In my opinion, this antipathy towards unions clearly demonstrates the class bias held by neoliberal’s and Democrats. After all, what are unions except a means for working-class people to associate and protect their interests? In case you haven’t noticed, corporations allow the wealthy to associate and coordinate their activities and in the process amass prodigious amounts of wealth and power. Neoliberal’s don’t seem to have a problem with corporations.
What neoliberal’s desire, above all else, is competition in the sacred market. Neoliberal’s fervently believe in a free-market ideology, that views humans as Homo economicus, making “rational” decisions based on a narrow, relatively short-term cost/benefit analysis and pursuing their self-interests relentlessly at the near exclusion of all other factors. That they as a privileged class is protected from the savagery of this dystopian world seems to not bother them.
The presidential campaign of Bernie Sanders has shone a light on neoliberalism and exposed its key role in creating the savage inequality and economic malaise we can witness around us. For neoliberal’s, used to operating in the shadows, this attention is most unwelcome.
This defensiveness extends to the neoliberal-in-chief, Barak Obama, who in a recent interview, defended his economic record. “Engaging in those hard changes that we need to make to create a more nimble, dynamic economy doesn’t yield immediate benefits and can seem like a distraction or an effort to undermine a bygone era that doesn’t exist,” the president told Sorkin. “And that then feeds, both on the left and the right, a temptation to say, ‘If we could just go back to an era in which our borders were closed,’ or ‘If we could just go back to a time when everybody had a defined-benefit plan,’ or ‘We could just go back to a time when there wasn’t any immigrant that was taking my job, things would be OK.’”
This kind of talk by neoliberal’s infuriates me.
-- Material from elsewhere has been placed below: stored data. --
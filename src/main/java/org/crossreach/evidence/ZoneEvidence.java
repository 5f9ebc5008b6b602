package org.crossreach.evidence;

import java.util.ArrayList;
import java.util.List;
import java.util.Optional;
import org.crossreach.profile.Zone;

/**
 * What the hidden cells say about one unmeasured zone.
 *
 * @param zone {@link Zone#TOP} or {@link Zone#BOTTOM}
 * @param ranked the candidates from the best to the worst; those that cannot be told from the best
 *     stand first, the steadiest one at their head
 * @param law the law that the evidence favours; empty when it cannot tell
 */
public record ZoneEvidence(Zone zone, List<CandidateEvidence> ranked, Optional<String> law) {

  /** A bias that is larger by no more than this (% of the zone) is no worse. */
  private static final double NEGLIGIBLE_PCT = 0.2;

  public ZoneEvidence {
    ranked = List.copyOf(ranked);
  }

  /** The evidence on a candidate. */
  public CandidateEvidence on(Candidate candidate) {
    return ranked.stream()
        .filter(each -> each.candidate().equals(candidate))
        .findFirst()
        .orElseThrow();
  }

  /**
   * Ranks the candidates of a zone.
   *
   * @param resamples what every candidate errs
   * @param sharePct share of the zone in the whole discharge (%)
   */
  static ZoneEvidence of(Zone zone, Resamples resamples, double sharePct) {
    List<Integer> members = new ArrayList<>();
    for (int t = 0; t < resamples.candidates().size(); t++) {
      if (resamples.candidates().get(t).zone() == zone) {
        members.add(t);
      }
    }
    int n = members.size();
    double[] error = new double[n];
    double[] scatter = new double[n];
    double[][] drawn = new double[Resamples.COUNT][n];
    for (int k = 0; k < n; k++) {
      error[k] = Math.abs(resamples.biasPct(members.get(k)));
      // Of one law, the exponent that is least free.
      scatter[k] =
          resamples.scatterPct(members.get(k))
              * (1 + 1e-3 * resamples.candidates().get(members.get(k)).freedom());
      for (int r = 0; r < Resamples.COUNT; r++) {
        drawn[r][k] = Math.abs(resamples.biasPct(members.get(k), r));
      }
    }
    Contest contest = Contest.of(error, drawn, NEGLIGIBLE_PCT, scatter);
    List<CandidateEvidence> ranked = new ArrayList<>();
    for (int k : contest.order()) {
      int t = members.get(k);
      ranked.add(
          new CandidateEvidence(
              resamples.candidates().get(t),
              resamples.biasPct(t),
              resamples.half95Pct(t),
              resamples.scatterPct(t),
              contest.equal().contains(k)));
    }
    boolean told = resamples.columns() >= Comparison.FEWEST_COLUMNS;
    String law = ranked.get(0).candidate().law();
    for (int k : contest.equal()) {
      int t = members.get(k);
      told &=
          resamples.candidates().get(t).law().equals(law)
              || difference(resamples, members.get(contest.first()), t) * sharePct / 100
                  <= Comparison.SAME_PCT;
    }
    return new ZoneEvidence(zone, ranked, told ? Optional.of(law) : Optional.empty());
  }

  /** How far two predictions may lie apart (% of the zone), with 95 % certainty. */
  private static double difference(Resamples resamples, int one, int other) {
    double[] apart = new double[Resamples.COUNT];
    for (int r = 0; r < apart.length; r++) {
      apart[r] = Math.abs(resamples.biasPct(one, r) - resamples.biasPct(other, r));
    }
    return Contest.most(apart);
  }
}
Obama talks as if all these economic policies came out of thin air and there’s nothing we can do about it. That there’s no alternative.
I have to call bullshit.
The dirty little secret of neoliberalism is that unlike small-government conservatives, neoliberal’s see government as an essential tool in creating the kind of savage market structure we have today. Society and markets are constructed through regulation. They are not self-organizing and they do not occur without government intervention and some established rule of law. As sociologist Loïc Wacquant puts it, the neo in neoliberalism is “the remaking and redeployment of the state as the core agency that actively fabricates the subjectivities, social relations and collective representations suited to making the fiction of markets real and consequential.”
In other words, rather than forces outside of their control, the policies we have today are the result of political decisions made by Obama and neoliberal Democrats.
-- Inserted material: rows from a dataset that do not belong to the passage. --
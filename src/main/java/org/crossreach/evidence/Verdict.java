package org.crossreach.evidence;

import java.util.List;
import java.util.Locale;

/**
 * What the hidden cells say about one unmeasured zone.
 *
 * @param chosen how the chosen law predicts
 * @param best how the law that predicts best does
 * @param finding what follows
 */
public record Verdict(Prediction chosen, Prediction best, Finding finding) {

  /** A lead of fewer standard errors than this could be chance. */
  private static final double STANDARD_ERRORS = 2;

  /** A bias of the zone that is smaller by less than this (%) is not worth a change. */
  private static final double WORTHWHILE_PCT = 0.5;

  /**
   * Laws whose scores differ by less than this (%) count as equal; the one that comes first is
   * taken, so that one exponent for all passes goes before one for each.
   */
  private static final double CHANCE_PCT = 0.05;

  /** What follows from the predictions. */
  public enum Finding {
    /** The chosen law predicts best, or as well as any. */
    SUPPORTS,
    /** Another law predicts better, and not by chance. */
    FAVOURS_ANOTHER,
    /** Another law predicts better, but it may be chance. */
    CANNOT_TELL,
    /** No cells could be hidden. */
    NO_EVIDENCE
  }

  static Verdict of(Prediction chosen, List<Prediction> all) {
    if (chosen.blocks().size() < 4 || !Double.isFinite(chosen.score())) {
      return new Verdict(chosen, chosen, Finding.NO_EVIDENCE);
    }
    Prediction best = best(chosen, all);
    double gain = Math.abs(chosen.biasPct()) - Math.abs(best.biasPct());
    Finding finding =
        best == chosen || best.candidate().same(chosen.candidate()) || gain < WORTHWHILE_PCT
            ? Finding.SUPPORTS
            : best.leadOver(chosen) > STANDARD_ERRORS
                ? Finding.FAVOURS_ANOTHER
                : Finding.CANNOT_TELL;
    return new Verdict(chosen, best, finding);
  }

  /**
   * The law with the smallest score; of those whose lead over each other may be chance the one that
   * amplifies noise least.
   */
  private static Prediction best(Prediction chosen, List<Prediction> all) {
    Prediction least = chosen;
    for (Prediction each : all) {
      if (each.score() < least.score() - CHANCE_PCT) {
        least = each;
      }
    }
    Prediction best = least;
    for (Prediction each : all) {
      if (each.standardErrorPct() < best.standardErrorPct() - CHANCE_PCT
          && !(least.leadOver(each) > STANDARD_ERRORS)) {
        best = each;
      }
    }
    return best;
  }

  /** The finding as one sentence. */
  public String sentence() {
    String zone = chosen.candidate().zone().name().toLowerCase(Locale.ROOT);
    return switch (finding) {
      case SUPPORTS ->
          String.format(
              Locale.ROOT,
              "%s: the hidden cells support %s, with %s of their discharge",
              zone,
              chosen.candidate().label(),
              error(chosen));
      case FAVOURS_ANOTHER ->
          String.format(
              Locale.ROOT,
              "%s: the hidden cells favour %s, with %s of their discharge, over %s with %s",
              zone,
              best.candidate().label(),
              error(best),
              chosen.candidate().label(),
              error(chosen));
      case CANNOT_TELL ->
          String.format(
              Locale.ROOT,
              "%s: the hidden cells cannot tell %s (%s) from %s (%s)",
              zone,
              best.candidate().label(),
              error(best),
              chosen.candidate().label(),
              error(chosen));
      case NO_EVIDENCE -> zone + ": too few columns have cells to hide; there is no evidence";
    };
  }

  private static String error(Prediction prediction) {
    return String.format(
        Locale.ROOT,
        "a bias of %+.1f ± %.1f %%",
        prediction.biasPct(),
        prediction.standardErrorPct());
  }
}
The Democratic Party, presently, is the home for organized labor, social activists that struggle for racial and social equality, environmentalists, and anti-imperialists. Democrats can therefore do what the Republicans cannot–sell their liberal constituents out to their wealthy donor class–the 1%. This is what the Democrats are politically skillful at. Enacting genuine policies that aid the 99%, not so much.
Therefore, the Democratic party, run by neoliberal’s, is more dangerous than the Republicans.
This reality is why I’ve been so focused on neoliberalism, and why I believe that we need to work to destroy the Democratic party as it exists presently.